Bulk Viscosity of Quark-Gluon Plasma in Strong Magnetic Fields

TL;DR

This paper analyzes the bulk viscosity of quark-gluon plasma under strong magnetic fields, revealing unique quark-mass dependencies and the dominance of certain viscosity components, with implications for understanding plasma behavior in extreme conditions.

Contribution

It introduces a detailed calculation of the bulk viscosity in strong magnetic fields using the LLL approximation, highlighting the quark-mass dependence and the dominance of the parallel component.

Findings

Bulk viscosity along magnetic field is dominated by quarks in the LLL.

Quark contribution to bulk viscosity increases with magnetic field strength.

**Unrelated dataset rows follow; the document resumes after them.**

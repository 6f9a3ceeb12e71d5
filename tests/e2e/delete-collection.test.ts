// An owner deletes a collection at 360 px: the backup is offered first, the name must be typed
// out before the button works, and afterwards the app says there is no collection left.
import { eq } from 'drizzle-orm';
import { describe, expect, it } from 'vitest';
import { collections } from '../../server/db/schema/collections';
import { createAnimal, PASSWORD, signUp } from '../factories';
import { expectAccessible, phonePage, screenshot, useE2e } from './support';

const env = useE2e();

describe('deleting a collection at 360 px', () => {
  it('offers the backup, asks for the name, and removes the collection', async () => {
    const owner = await signUp(env.server.ctx);
    await createAnimal(env.server.ctx.database.db, owner.collectionId, { name: 'Soon gone' });
    const { page, consoleErrors } = await phonePage(env.browser);
    await page.goto(`${env.server.baseUrl}/sign-in`);
    await page.getByLabel('E-mail').fill(owner.email);
    await page.getByLabel('Password').fill(PASSWORD);
    await page.getByRole('button', { name: 'Sign in' }).click();
    await page.waitForURL('**/today');
    await page.getByRole('link', { name: 'Settings' }).click();
    await page.getByRole('button', { name: 'Delete this collection…' }).click();

    // Step 1: the backup, offered before anything else, downloads.
    const download = page.waitForEvent('download');
    await page.getByRole('link', { name: /Download its full backup/ }).click();
    expect((await download).suggestedFilename()).toMatch(
      /^rackside-backup-\d{4}-\d{2}-\d{2}\.json$/,
    );

    // Step 2: the button waits for the name, typed exactly.
    const confirm = page.getByRole('button', { name: 'Delete for everyone' });
    await expect.poll(() => confirm.isDisabled()).toBe(true);
    await page.getByLabel('2. Type “Test Collection” to confirm').fill('Test collection');
    await expect.poll(() => confirm.isDisabled()).toBe(true);
    await page.getByLabel('2. Type “Test Collection” to confirm').fill('Test Collection');
    await expect.poll(() => confirm.isDisabled()).toBe(false);
    await expectAccessible(page, 'delete collection');
    await screenshot(page, 'delete-collection-01-confirm');
    // Nothing scrolls sideways at 360 px.
    expect(await page.evaluate(() => document.documentElement.scrollWidth)).toBeLessThanOrEqual(
      360,
    );

    await confirm.click();
    await page.waitForURL('**/today');
    await expect.poll(() => page.getByText('You are not in any collection yet.').count()).toBe(1);
    await screenshot(page, 'delete-collection-02-after');
    expect(
      await env.server.ctx.database.db
        .select()
        .from(collections)
        .where(eq(collections.id, owner.collectionId)),
    ).toEqual([]);
    // A query still mounted when the collection went may ask once more for its data: the
    // answer is 404, as it should be; anything else is an error.
    expect(consoleErrors.filter((e) => !/status of 404/.test(e))).toEqual([]);
  });
});
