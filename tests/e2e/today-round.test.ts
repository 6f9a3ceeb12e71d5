// Today's round at the rack on a 360 px phone: what it opens on, finished cards folding away,
// searching by place, undoing a whole shelf, a note (offline) and a photo with an outcome, the
// helper's cautions stated once, and the checklist printed for the rack.
import { and, eq, gte, inArray } from 'drizzle-orm';
import type { Page } from 'playwright-core';
import sharp from 'sharp';
import { describe, expect, it } from 'vitest';
import { eventPhotos, events } from '../../server/db/schema/animals';
import { users } from '../../server/db/schema/users';
import { cutNetwork, restoreNetwork, underServiceWorker } from '../chromium';
import {
  expectAccessible,
  phonePage,
  screenshot,
  signInAsDemo,
  startDemoHelpersCover,
  useE2e,
} from './support';

const env = useE2e();

const item = (page: Page, name: string) =>
  page.getByRole('article', { name: new RegExp(`^${name},`) });
const filterChip = (page: Page, name: RegExp) =>
  page.locator('label').filter({ has: page.getByRole('radio', { name }) });
const syncStatus = (page: Page) =>
  page
    .getByRole('status')
    .filter({ hasText: /saved|waiting|Saving|attention/ })
    .first()
    .innerText();

async function userId(email: string) {
  const [row] = await env.server.ctx.database.db
    .select({ id: users.id })
    .from(users)
    .where(eq(users.email, email));
  return row!.id;
}
const eventsSince = async (email: string, since: Date) =>
  env.server.ctx.database.db
    .select()
    .from(events)
    .where(and(eq(events.recordedBy, await userId(email)), gte(events.serverReceivedAt, since)));

/** axe in each theme, with a screenshot of each. */
async function accessibleInEveryTheme(page: Page, name: string) {
  for (const theme of ['light', 'dark', 'night'] as const) {
    await page.evaluate((t) => (document.documentElement.dataset.theme = t), theme);
    await expectAccessible(page, `${name}-${theme}`, theme);
    await screenshot(page, `${name}-${theme}`);
  }
}

describe('today’s round at 360 × 740', () => {
  it('opens on To do, folds a finished card that can be changed, finds places and remembers the filter', async () => {
    const { context, page, consoleErrors } = await phonePage(env.browser);
    await signInAsDemo(page, env.server.baseUrl, 'owner@northlight.test');
    await item(page, 'Dusty').waitFor();
    expect(await page.getByRole('radio', { name: /^To do/ }).isChecked()).toBe(true);
    // One unit everywhere: animals. Two cards only say "leave alone" and are not counted as work.
    expect(await page.getByText(/^0 of 24 animals done$/).count()).toBe(1);
    expect(await page.getByRole('radio', { name: /^To do 26 animals/ }).count()).toBe(1);
    // Take care leaves the handling cautions, not the hairs nearly every card carries.
    expect(await page.getByRole('radio', { name: /^Take care 9 animals/ }).count()).toBe(1);

    // The place code printed on the card finds it, however it is typed.
    const search = page.getByLabel('Find a label code, a place or a name');
    await search.fill('a1 3');
    await expect.poll(() => page.getByRole('article').count()).toBe(1);
    expect(await item(page, 'Dusty').isVisible()).toBe(true);
    await search.fill('C1-8');
    await expect.poll(() => page.getByRole('article').count()).toBe(1);
    expect(await item(page, 'Formosus 08').isVisible()).toBe(true);
    await search.fill('C2');
    await expect.poll(() => page.getByRole('article').count()).toBe(5);
    await search.fill('');

    // Dusty only had a feed: one tap finishes it and the card folds to a row, still under To do.
    const tall = (await item(page, 'Dusty').boundingBox())!.height;
    await item(page, 'Dusty').getByRole('button', { name: 'Ate', exact: true }).click();
    await expect.poll(() => item(page, 'Dusty').innerText()).toMatch(/✓ Ate \d\d:\d\d/);
    const row = item(page, 'Dusty');
    expect(await row.getByRole('button', { name: 'Change Dusty' }).isVisible()).toBe(true);
    expect(await row.getByRole('button', { name: 'Refused' }).count()).toBe(0);
    expect((await row.boundingBox())!.height).toBeLessThan(tall / 2);
    expect((await row.boundingBox())!.height).toBeLessThanOrEqual(80);
    expect(await page.getByText(/^1 of 24 animals done$/).count()).toBe(1);
    expect(await page.getByRole('radio', { name: /^Done 1 animal/ }).count()).toBe(1);
    await screenshot(page, 'today-round-01-folded');

    // Opened again, the outcome can be undone (a void) and another recorded.
    await row.getByRole('button', { name: 'Change Dusty' }).click();
    await item(page, 'Dusty').getByRole('button', { name: 'Undo Ate for Dusty' }).click();
    await expect.poll(() => item(page, 'Dusty').innerText()).not.toMatch(/✓ Ate/);
    await item(page, 'Dusty').getByRole('button', { name: 'Refused', exact: true }).click();
    await expect.poll(() => item(page, 'Dusty').innerText()).toMatch(/✓ Refused/);
    await accessibleInEveryTheme(page, 'today-round-02-to-do');

    // The choice of filter stays with this device.
    await filterChip(page, /^All/).click();
    await page.reload();
    await item(page, 'Dusty').waitFor();
    expect(await page.getByRole('radio', { name: /^All/ }).isChecked()).toBe(true);
    // Back to To do: a card finished before is gone from it (it is under Done).
    await filterChip(page, /^To do/).click();
    await expect.poll(() => item(page, 'Dusty').count()).toBe(0);
    await filterChip(page, /^Done/).click();
    await expect.poll(() => item(page, 'Dusty').count()).toBe(1);
    await filterChip(page, /^To do/).click();
    expect(consoleErrors).toEqual([]);
    await context.close();
  });

  it('undoes a whole shelf saved at once, through voids', async () => {
    const started = new Date();
    const { context, page } = await phonePage(env.browser);
    await signInAsDemo(page, env.server.baseUrl, 'partner@northlight.test');
    const shelf = page.getByRole('region', { name: /Rack C · Shelf 2/ });
    await shelf.getByRole('button', { name: /Whole shelf at once \(\d+\)/ }).click();
    const save = shelf.getByRole('button', { name: /^Record \d+: \d+ ate$/ });
    const count = Number((await save.innerText()).match(/Record (\d+)/)![1]);
    expect(count).toBeGreaterThanOrEqual(2);
    await save.click();
    const toast = page.getByRole('status').filter({ hasText: 'saved on' });
    await expect.poll(() => toast.innerText()).toMatch(new RegExp(`${count} saved on .*Shelf 2`));
    await expect.poll(() => shelf.getByRole('button', { name: /^Change / }).count()).toBe(count);
    await screenshot(page, 'today-round-03-shelf-saved');
    await toast.getByRole('button', { name: 'Undo' }).click();
    await expect.poll(() => shelf.getByRole('button', { name: /^Change / }).count()).toBe(0);
    await expect.poll(() => syncStatus(page), { timeout: 20_000 }).toMatch(/All saved/);
    const saved = await eventsSince('partner@northlight.test', started);
    const ate = saved.filter((e) => e.kind === 'ate');
    const voids = saved.filter((e) => e.kind === 'void');
    expect(ate).toHaveLength(count);
    expect(voids.map((v) => (v.payload as { targetId: string }).targetId).sort()).toEqual(
      ate.map((e) => e.id).sort(),
    );
    await context.close();
  });

  it('records an outcome with a note with no signal, and a photo once the outcome is saved', async () => {
    const started = new Date();
    const { context, page, consoleErrors } = await phonePage(env.browser);
    await signInAsDemo(page, env.server.baseUrl, 'owner@northlight.test');
    await underServiceWorker(page);
    await item(page, 'Juniper').waitFor();
    await expect.poll(() => syncStatus(page)).toMatch(/All saved/);

    await cutNetwork(context);
    const juniper = item(page, 'Juniper');
    await juniper.getByRole('button', { name: 'Note or photo' }).click();
    await juniper.getByLabel('Note for Juniper').fill('Dish was bone dry, refilled twice.');
    await screenshot(page, 'today-round-04-note');
    await accessibleInEveryTheme(page, 'today-round-04-note');
    await juniper.getByRole('button', { name: 'Watered', exact: true }).click();
    await expect.poll(() => juniper.innerText()).toMatch(/✓ Watered/);
    await expect.poll(() => syncStatus(page), { timeout: 10_000 }).toMatch(/1 waiting/);

    // A photo with the next outcome: it waits for the signal, and says so.
    const png = await sharp({ create: { width: 64, height: 48, channels: 3, background: '#864' } })
      .png()
      .toBuffer();
    await juniper.getByRole('button', { name: 'Note or photo' }).click();
    await juniper.getByLabel('Note for Juniper').fill('Took it at once.');
    await juniper
      .getByText('Add a photo')
      .locator('input[type=file]')
      .setInputFiles({ name: 'meal.png', mimeType: 'image/png', buffer: png });
    expect(await juniper.innerText()).toMatch(/needs a signal/);
    await juniper.getByRole('button', { name: 'Ate', exact: true }).click();
    // Fed and watered: the card folds, and the row tells how the photo is getting on.
    const row = item(page, 'Juniper');
    await expect.poll(() => row.innerText()).toMatch(/Photo with Ate: waiting for a signal/);
    await screenshot(page, 'today-round-05-photo-waiting');

    await restoreNetwork(context);
    await expect.poll(() => row.innerText(), { timeout: 30_000 }).toMatch(/Photo with Ate: saved/);
    await expect.poll(() => syncStatus(page), { timeout: 20_000 }).toMatch(/All saved/);
    const saved = await eventsSince('owner@northlight.test', started);
    const byKind = new Map(saved.map((e) => [e.kind, e]));
    expect(byKind.get('watered')!.payload).toEqual({ note: 'Dish was bone dry, refilled twice.' });
    expect(byKind.get('ate')!.payload).toEqual({ note: 'Took it at once.' });
    const photos = await env.server.ctx.database.db
      .select()
      .from(eventPhotos)
      .where(inArray(eventPhotos.eventId, [byKind.get('ate')!.id]));
    expect(photos).toHaveLength(1);
    expect(
      consoleErrors.filter((e) => !/ERR_INTERNET_DISCONNECTED|Failed to load resource/.test(e)),
    ).toEqual([]);
    await context.close();
  });

  it('states each caution once at the top of the helper’s round, with a badge on each card', async () => {
    await startDemoHelpersCover(env.server);
    const { context, page, consoleErrors } = await phonePage(env.browser);
    await signInAsDemo(page, env.server.baseUrl, 'helper@northlight.test');
    await item(page, 'Ember').waitFor();
    const cautions = page.getByRole('region', { name: 'Cautions on today’s round' });
    expect(await cautions.innerText()).toMatch(/Potent venom — never use your hands · 4 animals/);
    // The guidance is written once on the page, not on each card.
    const guidance = /A bite can cause severe cramps/;
    expect(await page.getByText(guidance).count()).toBe(1);
    expect(await page.getByText(guidance).isVisible()).toBe(false);
    await cautions.getByText(/^Potent venom — never use your hands/).click();
    expect(await page.getByText(guidance).isVisible()).toBe(true);
    expect(await item(page, 'Ember').getByRole('list', { name: 'Cautions' }).innerText()).toMatch(
      /Potent venom[\s\S]*Fast or defensive[\s\S]*Escape risk/,
    );
    // Helpers add notes, not photos.
    await item(page, 'Ember').getByRole('button', { name: 'Add a note' }).click();
    expect(await item(page, 'Ember').getByText('Add a photo').count()).toBe(0);
    await accessibleInEveryTheme(page, 'today-round-06-helper');
    expect(consoleErrors).toEqual([]);
    await context.close();
  });

  it('prints a checklist of the round, one line per animal with boxes to tick', async () => {
    const { context, page, consoleErrors } = await phonePage(env.browser);
    await signInAsDemo(page, env.server.baseUrl, 'owner@northlight.test');
    await page.getByRole('link', { name: 'Print a checklist of this round' }).click();
    await page.waitForURL('**/today/checklist');
    const table = page.getByRole('table');
    await table.waitFor();
    // Every card of the round is a row, in walk order.
    expect(await table.locator('tbody tr').count()).toBe(26);
    const dusty = table.locator('tbody tr').filter({ hasText: 'Dusty' });
    expect(await dusty.innerText()).toMatch(
      /A1-3[\s\S]*Dusty[\s\S]*Aphonopelma chalcodes[\s\S]*Urticating hairs[\s\S]*Feed · 1–3 × large cricket/,
    );
    const ember = table.locator('tbody tr').filter({ hasText: 'Ember' });
    expect(await ember.innerText()).toMatch(/Potent venom[\s\S]*Feed[\s\S]*Water/);
    // The table fits the phone: nothing scrolls sideways.
    const wide = await page.evaluate(
      () => document.documentElement.scrollWidth > document.documentElement.clientWidth,
    );
    expect(wide).toBe(false);
    await accessibleInEveryTheme(page, 'today-round-07-checklist');
    await page.emulateMedia({ media: 'print' });
    expect(await page.getByRole('button', { name: 'Print' }).isVisible()).toBe(false);
    expect(await page.getByRole('navigation', { name: 'Main' }).isVisible()).toBe(false);
    // Black on white on paper, whatever the theme on screen.
    expect(await dusty.evaluate((el) => getComputedStyle(el.querySelector('td')!).color)).toBe(
      'rgb(0, 0, 0)',
    );
    await screenshot(page, 'today-round-08-checklist-print');
    await page.emulateMedia({ media: 'screen' });
    await page.setViewportSize({ width: 1280, height: 900 });
    await screenshot(page, 'today-round-09-checklist-1280');
    await page.goto(`${env.server.baseUrl}/today`);
    await item(page, 'Ember').waitFor();
    await screenshot(page, 'today-round-10-today-1280');
    expect(consoleErrors).toEqual([]);
    await context.close();
  });
});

Shear viscosities are suppressed in strong magnetic fields.

Abstract

We investigate the viscosities of the quark-gluon plasma in strong magnetic fields within the leading-log and lowest Landau level (LLL) approximations. We first show that the bulk viscosity in the direction parallel to the magnetic field is the only component that has a contribution from the quarks occupying the LLL. We then compute the bulk viscosity from the Kubo formula and find an intriguing quark-mass dependence as a consequence of a competition between the suppression of the bulk viscosity by conformal symmetry and an enhancement of the mean-free path by chirality conservation, which governs the behavior in the massless limit. The quark contribution to the viscosity along the magnetic field becomes larger than the one in the absence of a magnetic field. We also briefly estimate the other transport coefficients by considering the contribution of gluons. We show that the shear viscosities are suppressed compared to their values in the absence of a magnetic field.